■ Work required
Exact repetition of every entry is required.

■ Extracted data
"""The test problems A1 and A2 of campaign_test.go solved by general libraries:

    peers.py superlu|hypre|gamg A1|A2 CELLS DIM

prints one JSON line with the processor seconds of set-up and solution (the
assembly of the matrix is not counted). superlu fixes one unknown; hypre
(BoomerAMG) and gamg precondition GMRES on the singular system in the unknown
A p, started from p = 1/A, to a relative residual of 1e-10, with the constant left
null vector attached. Needs Debian's python3-scipy and python3-petsc4py.
"""
import json, os, sys, time
os.environ.setdefault('OMP_NUM_THREADS', '1')
os.environ.setdefault('OPENBLAS_NUM_THREADS', '1')
import numpy as np, scipy.sparse as sp, scipy.sparse.linalg as sla

solver, case, n, dim = sys.argv[1], sys.argv[2], int(sys.argv[3]), int(sys.argv[4])
swirl = 20.0 if case == 'A2' else 0.0
tau = 2 * np.pi


def speed(x):
    s = np.sin(tau * x[0])
    for y in x[1:]:
        s = s * np.cos(tau * y)
    return 1 + 0.5 * s


def drift(x, axis, v):
    g = np.pi * (np.cos if axis == 0 else np.sin)(tau * x[axis]) * (1 if axis == 0 else -1)
    for d, y in enumerate(x):
        if d != axis:
            g = g * (np.sin if d == 0 else np.cos)(tau * y)
    b = 0.5 * v * g
    if axis == 0:
        b = b + swirl * np.sin(np.pi * x[0]) * np.cos(np.pi * x[1])
    if axis == 1:
        b = b - swirl * np.cos(np.pi * x[0]) * np.sin(np.pi * x[1])
    return b


def bernoulli(z):
    small = np.abs(z) < 1e-4
    safe = np.where(small, 1.0, z)
    return np.where(small, 1 - z / 2 + z * z / 12, safe / np.expm1(safe))


h = 1.0 / n
centre = (np.arange(n) + 0.5) * h
X = np.meshgrid(*[centre] * dim, indexing='ij')
a = speed(X) ** 2
N = n ** dim
index = np.arange(N, dtype=np.int32).reshape((n,) * dim)
rows, cols, vals = [], [], []
diag = np.zeros((n,) * dim)
for axis in range(dim):
    lo = tuple(slice(0, n - 1) if d == axis else slice(None) for d in range(dim))
    hi = tuple(slice(1, n) if d == axis else slice(None) for d in range(dim))
    F = np.meshgrid(*[np.arange(1, n) * h if d == axis else centre for d in range(dim)], indexing='ij')
    v = speed(F)
    z = 2 * drift(F, axis, v) * h / v ** 2
    out = 0.5 * bernoulli(-z) * a[lo]
    back = 0.5 * bernoulli(z) * a[hi]
    diag[lo] += out
    diag[hi] += back
    L, R = index[lo].ravel(), index[hi].ravel()
    rows += [L, R]
    cols += [R, L]
    vals += [-back.ravel(), -out.ravel()]
rows.append(index.ravel()); cols.append(index.ravel()); vals.append(diag.ravel())
M = sp.csr_matrix((np.concatenate(vals), (np.concatenate(rows), np.concatenate(cols))), shape=(N, N))
M.sort_indices()
a = a.ravel()
its = 0
if solver == 'superlu':
    k = N // 2 + n // 2
    keep = np.flatnonzero(np.arange(N) != k)
    Mk, rhs = M[keep][:, keep].tocsc(), -np.asarray(M[keep][:, [k]].todense()).ravel()
    start = time.process_time()
    lu = sla.splu(Mk, permc_spec='MMD_AT_PLUS_A', diag_pivot_thresh=0.0, options=dict(SymmetricMode=True))
    p = np.ones(N)
    p[keep] = lu.solve(rhs)
    seconds = time.process_time() - start
else:
    import petsc4py
    petsc4py.init(['peers'])
    from petsc4py import PETSc
    K = (M @ sp.diags(1 / a)).tocsr()
    K.sort_indices()
    rhs = -(K @ np.ones(N))
    start = time.process_time()
    A = PETSc.Mat().createAIJ(size=K.shape, csr=(K.indptr, K.indices, K.data))
    A.assemble()
    null = PETSc.NullSpace().create(constant=True)
    A.setTransposeNullSpace(null)
    A.setNearNullSpace(null)
    ksp = PETSc.KSP().create()
    ksp.setOperators(A)
    ksp.setType('gmres')
    ksp.setPCSide(PETSc.PC.Side.RIGHT)
    pc = ksp.getPC()
    pc.setType(solver)
    if solver == 'hypre':
        pc.setHYPREType('boomeramg')
        if dim == 3:
            PETSc.Options()['pc_hypre_boomeramg_strong_threshold'] = 0.5
    ksp.setTolerances(rtol=1e-10, max_it=1000)
    ksp.setFromOptions()
    b = PETSc.Vec().createWithArray(rhs)
    x = b.duplicate()
    ksp.solve(b, x)
    seconds = time.process_time() - start
    its = ksp.getIterationNumber()
    p = (1 + x.getArray()) / a
eta = np.linalg.norm(M @ p) / np.linalg.norm(M @ (1 / a)) * (1 / a).sum() / abs(p.sum())
print(json.dumps(dict(solver=solver, case=case, cells=n, dim=dim, seconds=round(seconds, 3), iterations=its, reduction=float(eta))))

■ Answer box
"""The test problems A1 and A2 of campaign_test.go solved by general libraries:

    peers.py superlu|hypre|gamg A1|A2 CELLS DIM

prints one JSON line with the processor seconds of set-up and solution (the
assembly of the matrix is not counted). superlu fixes one unknown; hypre
(BoomerAMG) and gamg precondition GMRES on the singular system in the unknown
A p, started from p = 1/A, to a relative residual of 1e-10, with the constant left
null vector attached. Needs Debian's python3-scipy and python3-petsc4py.
"""
import json, os, sys, time
os.environ.setdefault('OMP_NUM_THREADS', '1')
os.environ.setdefault('OPENBLAS_NUM_THREADS', '1')
import numpy as np, scipy.sparse as sp, scipy.sparse.linalg as sla

solver, case, n, dim = sys.argv[1], sys.argv[2], int(sys.argv[3]), int(sys.argv[4])
swirl = 20.0 if case == 'A2' else 0.0
tau = 2 * np.pi


def speed(x):
    s = np.sin(tau * x[0])
    for y in x[1:]:
        s = s * np.cos(tau * y)
    return 1 + 0.5 * s


def drift(x, axis, v):
    g = np.pi * (np.cos if axis == 0 else np.sin)(tau * x[axis]) * (1 if axis == 0 else -1)
    for d, y in enumerate(x):
        if d != axis:
            g = g * (np.sin if d == 0 else np.cos)(tau * y)
    b = 0.5 * v * g
    if axis == 0:
        b = b + swirl * np.sin(np.pi * x[0]) * np.cos(np.pi * x[1])
    if axis == 1:
        b = b - swirl * np.cos(np.pi * x[0]) * np.sin(np.pi * x[1])
    return b


def bernoulli(z):
    small = np.abs(z) < 1e-4
    safe = np.where(small, 1.0, z)
    return np.where(small, 1 - z / 2 + z * z / 12, safe / np.expm1(safe))


h = 1.0 / n
centre = (np.arange(n) + 0.5) * h
X = np.meshgrid(*[centre] * dim, indexing='ij')
a = speed(X) ** 2
N = n ** dim
index = np.arange(N, dtype=np.int32).reshape((n,) * dim)
rows, cols, vals = [], [], []
diag = np.zeros((n,) * dim)
for axis in range(dim):
    lo = tuple(slice(0, n - 1) if d == axis else slice(None) for d in range(dim))
    hi = tuple(slice(1, n) if d == axis else slice(None) for d in range(dim))
    F = np.meshgrid(*[np.arange(1, n) * h if d == axis else centre for d in range(dim)], indexing='ij')
    v = speed(F)
    z = 2 * drift(F, axis, v) * h / v ** 2
    out = 0.5 * bernoulli(-z) * a[lo]
    back = 0.5 * bernoulli(z) * a[hi]
    diag[lo] += out
    diag[hi] += back
    L, R = index[lo].ravel(), index[hi].ravel()
    rows += [L, R]
    cols += [R, L]
    vals += [-back.ravel(), -out.ravel()]
rows.append(index.ravel()); cols.append(index.ravel()); vals.append(diag.ravel())
M = sp.csr_matrix((np.concatenate(vals), (np.concatenate(rows), np.concatenate(cols))), shape=(N, N))
M.sort_indices()
a = a.ravel()
its = 0
if solver == 'superlu':
    k = N // 2 + n // 2
    keep = np.flatnonzero(np.arange(N) != k)
    Mk, rhs = M[keep][:, keep].tocsc(), -np.asarray(M[keep][:, [k]].todense()).ravel()
    start = time.process_time()
    lu = sla.splu(Mk, permc_spec='MMD_AT_PLUS_A', diag_pivot_thresh=0.0, options=dict(SymmetricMode=True))
    p = np.ones(N)
    p[keep] = lu.solve(rhs)
    seconds = time.process_time() - start
else:
    import petsc4py
    petsc4py.init(['peers'])
    from petsc4py import PETSc
    K = (M @ sp.diags(1 / a)).tocsr()
    K.sort_indices()
    rhs = -(K @ np.ones(N))
    start = time.process_time()
    A = PETSc.Mat().createAIJ(size=K.shape, csr=(K.indptr, K.indices, K.data))
    A.assemble()
    null = PETSc.NullSpace().create(constant=True)
    A.setTransposeNullSpace(null)
    A.setNearNullSpace(null)
    ksp = PETSc.KSP().create()
    ksp.setOperators(A)
    ksp.setType('gmres')
    ksp.setPCSide(PETSc.PC.Side.RIGHT)
    pc = ksp.getPC()
    pc.setType(solver)
    if solver == 'hypre':
        pc.setHYPREType('boomeramg')
        if dim == 3:
            PETSc.Options()['pc_hypre_boomeramg_strong_threshold'] = 0.5
    ksp.setTolerances(rtol=1e-10, max_it=1000)
    ksp.setFromOptions()
    b = PETSc.Vec().createWithArray(rhs)
    x = b.duplicate()
    ksp.solve(b, x)
    seconds = time.process_time() - start
    its = ksp.getIterationNumber()
    p = (1 + x.getArray()) / a
eta = np.linalg.norm(M @ p) / np.linalg.norm(M @ (1 / a)) * (1 / a).sum() / abs(p.sum())
print(json.dumps(dict(solver=solver, case=case, cells=n, dim=dim, seconds=round(seconds, 3), iterations=its, reduction=float(eta))))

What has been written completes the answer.